Снова посмотреть на папу, маму и Матиаса Хельга не решалась. Наверное, они все так же невидяще пялятся на нее, словно восковые скульптуры из музея мадам Тюссо. Так вот как смотрят на человека, которому врач выдал таймер с обратным отсчетом? Впервые за последние три дня Хельга обрадовалась отсутствию Оливера. О, как удачно он не пришел!
– Примерно год, – устало отозвался доктор. – И это лишь в том случае, если будешь принимать лекарства… и прекратишь тренировки.
Один год. Триста шестьдесят пять дней. Восемь тысяч семьсот шестьдесят часов. Тридцать один миллион пятьсот пятьдесят шесть тысяч девятьсот двадцать шесть секунд. Один миг. Одна вечность. Вот все время, что у нее осталось.
Хельга кивнула – она услышала достаточно, все, что ей необходимо было знать. Не сказав ни слова, она обошла родителей, прошла к двери и проскользнула в коридор.

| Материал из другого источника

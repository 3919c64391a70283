// An arrow at module level exists once.
export const double = (x) => 2 * x;

export function make(k) {
  return function (x) {
    //   ^ inspect.closure
    return k * x;
  };
}

export function arrow(k) {
  const scale = (x) => k * x;
  //            ^ inspect.closure
  return scale(2);
}

export function declared(k) {
  function scale(x) {
//^ inspect.closure
    return k * x;
  }
  return scale(2);
}

// Runs once, while the file loads; what it declares exists once, too.
const api = (function () {
  const unit = { k: 1 };
  function scale(x) {
    return unit.k * x;
  }
  return { scale };
})();
export const scale = api.scale;
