export function hidden() {
  for (let i = 0; i < 8; i++) {
//^ inspect.unbounded-loop
    const back = () => {
      //         ^ inspect.closure
      i = 0;
    };
    back();
  }
}
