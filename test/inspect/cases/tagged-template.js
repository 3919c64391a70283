export function raw(n, tag) {
  return tag`a${n}`;
  //     ^ inspect.tagged-template
}

export function plain() {
  return `a`;
}
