// Created once, while the file loads: no finding.
const origin = { x: 0, y: 0 };

export function point(x, y) {
  const p = { x, y };
  //        ^ inspect.object-literal
  return p.x + origin.y;
}

// A target of an assignment creates nothing.
export function unpack(p) {
  let x = 0;
  ({ x } = p);
  let z = 0;
  ({ a: { x }, b: { z } = p } = p);
  for ({ z } of p) x = z;
//^ inspect.iteration inspect.unbounded-loop
  const { y } = p;
  return x + y + z;
}

export const nested = (t) => ({ a: { t } });
//                            ^ inspect.object-literal
//                                 ^ inspect.object-literal
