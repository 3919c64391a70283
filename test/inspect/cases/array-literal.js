const table = [1, 2, 3];

export function pair(x) {
  const p = [x, x];
  //        ^ inspect.array-literal
  return p[0] + table[1];
}

export function copy(x, out) {
  out[0] = x;
  out[1] = table[2];
}
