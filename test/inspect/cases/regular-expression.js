const word = /\w+/;

export function reads(text) {
  const r = /\d+/;
  //        ^ inspect.regular-expression
  const q = RegExp('a');
  //        ^ inspect.regular-expression
  const n = new RegExp('a');
  //        ^ inspect.regular-expression
  return r === word ? q : n / 2;
}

Семья была слишком потрясена. Никто не сдвинулся с места, не догнал ее, не остановил. Они сделают все это, но позже, когда слова доктора Новотного достигнут их сознания. Тогда они обязательно догонят ее. Будут неловко молчать. Говорить что-то. Кричать. Посадят под домашний арест, желая хоть немного оттянуть неизбежное. Повторять. Смеяться. Плакать… И любить. Любить намного сильнее, чтобы вместить в этот год любовь, рассчитанную на всю жизнь. Хельга оглянулась на дверь кабинета.
Да, они непременно догонят ее. Но позже.
Достав из кармана mp3-плеер, она включила его и заткнула уши наушниками. А в следующий миг «Заводные сердца и ручные гранаты» заполнили собой пустоту.
5
Хельга нажала на паузу и прислушалась. Дождь монотонно стучал по подоконнику. Дыхание города врывалось в приоткрытое окно прохладной свежестью грозы, запахом мокрого асфальта и чьим-то звонким смехом. Хельга лежала на мягком коврике посреди своей спальни и, широко раскрыв глаза, глядела в пространство перед собой. Долетавшие из гостиной обрывки разговора родителей вызывали желание снова включить музыку.
Все происходило именно так, как предугадала Хельга. После возвращения из больницы мама долго плакала и твердила, что дочь заболела из-за увлечения паркуром. Когда слез не осталось, она немного успокоилась и приняла, по ее мнению, единственно правильное решение – посадить Хельгу под домашний арест. Под постоянным присмотром она не сможет пойти наперекор словам доктора Новотного – продолжить тренироваться и рисковать собой.
Хельга пыталась донести, что вполне осознает всю серьезность ситуации и не станет делать то, что может убить ее раньше времени. Но мама осталась глуха к ее словам.
– Послушай, мы не можем держать ее в четырех стенах, – слегка понизив голос, сказал папа. – Ты помнишь, что сказал врач? Мы – любящая семья Хельги, а не ее надзиратели.